Paganistan: Notes from the Secret Commonwealth
In Which One Midwest Man-in-Black Confers, Converses & Otherwise Hob-Nobs with his Fellow Hob-Men (& -Women) Concerning the Sundry Ways of the Famed but Ill-Starred Tribe of Witches.
A Tribe of Deicides
The world began with a sacrifice.
That's how the ancestors saw it, 6000 years ago.
6000 years later, that's still how witches see it.
Throughout Indo-Europeandom (and beyond it as well), one finds tales of the Primal Sacrifice. A divine or semi-divine being is killed; from his body, the world as we know it is created.
And so sacrifice becomes the central rite of public worship. Every sacrifice reenacts—reembodies—that primal, cosmogonic sacrifice.
Every sacrifice recreates the world.
Moreover, this is a true story. Truly, life lives on life. No matter what kind of -vore you are, others die so that you can eat them and live.
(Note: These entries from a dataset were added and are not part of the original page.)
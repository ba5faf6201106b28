"""The output pass's writers: packed links, the pyarrow writer against Spark's own, file order."""
from __future__ import annotations

import datetime
import decimal
import json
import os

import numpy as np
import pyarrow as pa
import pyarrow.parquet as pq
import pytest

from spark_align.config import CorpusConfig
from spark_align.engine import output
from spark_align.engine.run import train
from spark_align.errors import ConfigError
from tests.engine.helpers import TOY_SOURCE, TOY_TARGET, config


def _random_links(rng, n_pairs):
    per_pair = rng.integers(0, 6, n_pairs)
    pair = np.repeat(np.arange(n_pairs), per_pair)
    return pair, rng.integers(0, 40, len(pair)), rng.integers(0, 40, len(pair)), rng.random(len(pair))


def test_packed_links_unpack_to_the_nested_column():
    rng = np.random.default_rng(5)
    links = _random_links(rng, 30)
    nested = output.links_column(30, *links)
    packed = output.packed_links(30, *links)
    assert packed.type == pa.binary() and len(packed) == 30
    assert output.unpacked_links(packed).equals(nested)
    # as Spark hands them over: sliced, with nulls (rows the join found no decoding for), large offsets
    with_nulls = pa.array([None if i % 7 == 3 else v for i, v in enumerate(packed.to_pylist())], pa.binary())
    want = [None if i % 7 == 3 else v for i, v in enumerate(nested.to_pylist())]
    assert output.unpacked_links(with_nulls).to_pylist() == want
    assert output.unpacked_links(with_nulls.slice(5, 20)).to_pylist() == want[5:25]
    assert output.unpacked_links(with_nulls.cast(pa.large_binary())).to_pylist() == want
    assert output.unpacked_links(pa.array([], pa.binary())).to_pylist() == []
    with pytest.raises(ValueError, match="whole link records"):
        output.unpacked_links(pa.array([b"\x00" * 17], pa.binary()))


def test_file_shift_keeps_groups_near_the_byte_target_and_under_the_row_cap():
    # 113 bytes per row on disk (the 1M-pair benchmark corpus): 1,194 estimated, 32,768 rows per file
    assert output.file_shift(1_000_000, 113_000_000) == 15
    assert 1 << output.file_shift(1_000, 10 << 30) == 1  # 10 MB rows on disk: one row per file
    assert 1 << output.file_shift(10 ** 9, 10 ** 9) == output.MAX_FILE_ROWS  # tiny rows: the cap
    for n_rows, size in ((10 ** 6, 10 ** 8), (5 * 10 ** 6, 3 * 10 ** 9), (123, 456_789)):
        rows = 1 << output.file_shift(n_rows, size)
        per_row = output.ROW_BYTES_PER_SNAPSHOT_BYTE * size / n_rows + 64
        assert rows * per_row <= output.FILE_BYTES < 2 * rows * per_row or rows in (1, output.MAX_FILE_ROWS)


@pytest.mark.spark
def test_arrow_writer_writes_what_spark_writes_in_row_order(spark, tmp_path, monkeypatch):
    """The pyarrow writer (the default) and Spark's writer give the same schema and rows, on a corpus with
    columns of many types and a skipped row; the Arrow writer's files, read in name order, hold the rows in
    ``_row`` order."""
    n = 40
    source, target = (TOY_SOURCE * 8)[:n], (TOY_TARGET * 8)[:n]
    source[7] = "   "  # skipped: no tokens
    table = pa.table({
        "source": source, "target": target,
        "n": pa.array(range(n), pa.int16()),
        "price": pa.array([decimal.Decimal(i) / 4 for i in range(n)], pa.decimal128(9, 2)),
        "day": pa.array([datetime.date(2026, 1, 1 + i % 28) for i in range(n)], pa.date32()),
        "at": pa.array([datetime.datetime(2026, 1, 1, i % 24, tzinfo=datetime.timezone.utc) for i in range(n)],
                       pa.timestamp("us", tz="UTC")),
        "ok": [i % 3 == 0 for i in range(n)],
        "raw": [bytes([i]) * (i % 4) for i in range(n)],
        "tags": [[f"t{i}"] * (i % 3) if i % 5 else None for i in range(n)],
        "meta": [{"k": i, "v": str(i)} for i in range(n)],
        "attrs": pa.array([[("a", i)] for i in range(n)], pa.map_(pa.string(), pa.int64())),
    })
    pq.write_table(table, tmp_path / "c.parquet")
    monkeypatch.setattr(output, "MAX_FILE_ROWS", 8)  # several files, so the order across them shows
    runs = {}
    before = spark.conf.get(output.OUTPUT_WRITER_CONF, None)
    try:
        for writer in ("spark", "arrow"):
            spark.conf.set(output.OUTPUT_WRITER_CONF, writer)
            runs[writer] = str(tmp_path / writer)
            train(spark, config(CorpusConfig(path=str(tmp_path / "c.parquet")), "ibm1:2"), runs[writer],
                  log=lambda _: None)
        spark.conf.set(output.OUTPUT_WRITER_CONF, "neither")
        with pytest.raises(ConfigError, match="outputWriter must be one of arrow, spark"):
            output.output_writer(spark, spark.range(1).schema)
    finally:
        spark.conf.unset(output.OUTPUT_WRITER_CONF) if before is None else spark.conf.set(output.OUTPUT_WRITER_CONF,
                                                                                         before)
    frames = {w: spark.read.parquet(os.path.join(run, "output")) for w, run in runs.items()}
    assert frames["arrow"].schema == frames["spark"].schema
    assert frames["arrow"].columns[:2] == ["_row", "source"] and frames["arrow"].columns[-1] == "skip_reason"
    rows = {w: sorted(f.collect(), key=lambda r: r["_row"]) for w, f in frames.items()}
    assert len(rows["arrow"]) == n and rows["arrow"] == rows["spark"]
    assert [r["n"] for r in rows["arrow"]] == list(range(n))
    assert [r["n"] for r in rows["arrow"] if r["skip_reason"] is not None] == [7]
    assert rows["arrow"][7]["alignment"] is None and rows["arrow"][8]["alignment"]
    for w, run in runs.items():
        assert json.load(open(os.path.join(run, "output.json")))["writer"] == w
    files = sorted(f for f in os.listdir(os.path.join(runs["arrow"], "output")) if not f.startswith((".", "_")))
    assert len(files) >= n // 8, files
    in_order = pa.concat_tables([pq.read_table(os.path.join(runs["arrow"], "output", f)) for f in files])
    assert in_order.column("_row").to_pylist() == sorted(in_order.column("_row").to_pylist())
    assert not os.path.exists(os.path.join(runs["arrow"], "output", "_temporary"))
    # the engine's unique-valued columns are written without a dictionary, the corpus's and the link
    # positions with one (output.dictionary_columns)
    meta = pq.read_metadata(os.path.join(runs["arrow"], "output", files[0])).row_group(0)
    chunks = {meta.column(i).path_in_schema: meta.column(i) for i in range(meta.num_columns)}
    dictionary = {path for path, c in chunks.items() if c.dictionary_page_offset is not None}
    assert {"source", "tags.list.element", "alignment.list.element.source"} <= dictionary
    assert not dictionary & {"_row", "score_forward", "alignment.list.element.posterior",
                             "alignment_reverse.list.element.posterior"}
In the modern world, public animal sacrifice is simply not practical. (As a result, those who eat meat mostly eat food killed in an unsacred way: surely, a terrible state of affairs.) As a result, Gerald Gardner, in an act of audacious creativity, saw fit to replace animal sacrifice with the Great Rite.
And this also is a true story. The world began with an act of love. As witches, of course, we embrace this truth: the truth of Bealtaine.
But there is also the truth of Samhain. Our god wears horns for a reason. Lord of all life, he lives with our life: every killing is an act of deicide. Why is the witch's foremost tool an athame? My people, we are a tribe of deicides.
Late this summer, when the Midwest Tribe of Witches foregathers in immemorial Grand Sabbat, the Lord of the Sabbat, as he has for ages of ages, will once again mount the altar.
Flashing, the blades will fall.
And, once again, as so often before, the world will be made anew.
For more on the cosmogonic sacrifices of Indo-Europeandom, see:
Ken Dowden (2000), European Paganism: The Realities of Cult from Antiquity to the Middle Ages. Routledge.
M. L. West (2007), Indo-European Poetry and Myth. Oxford.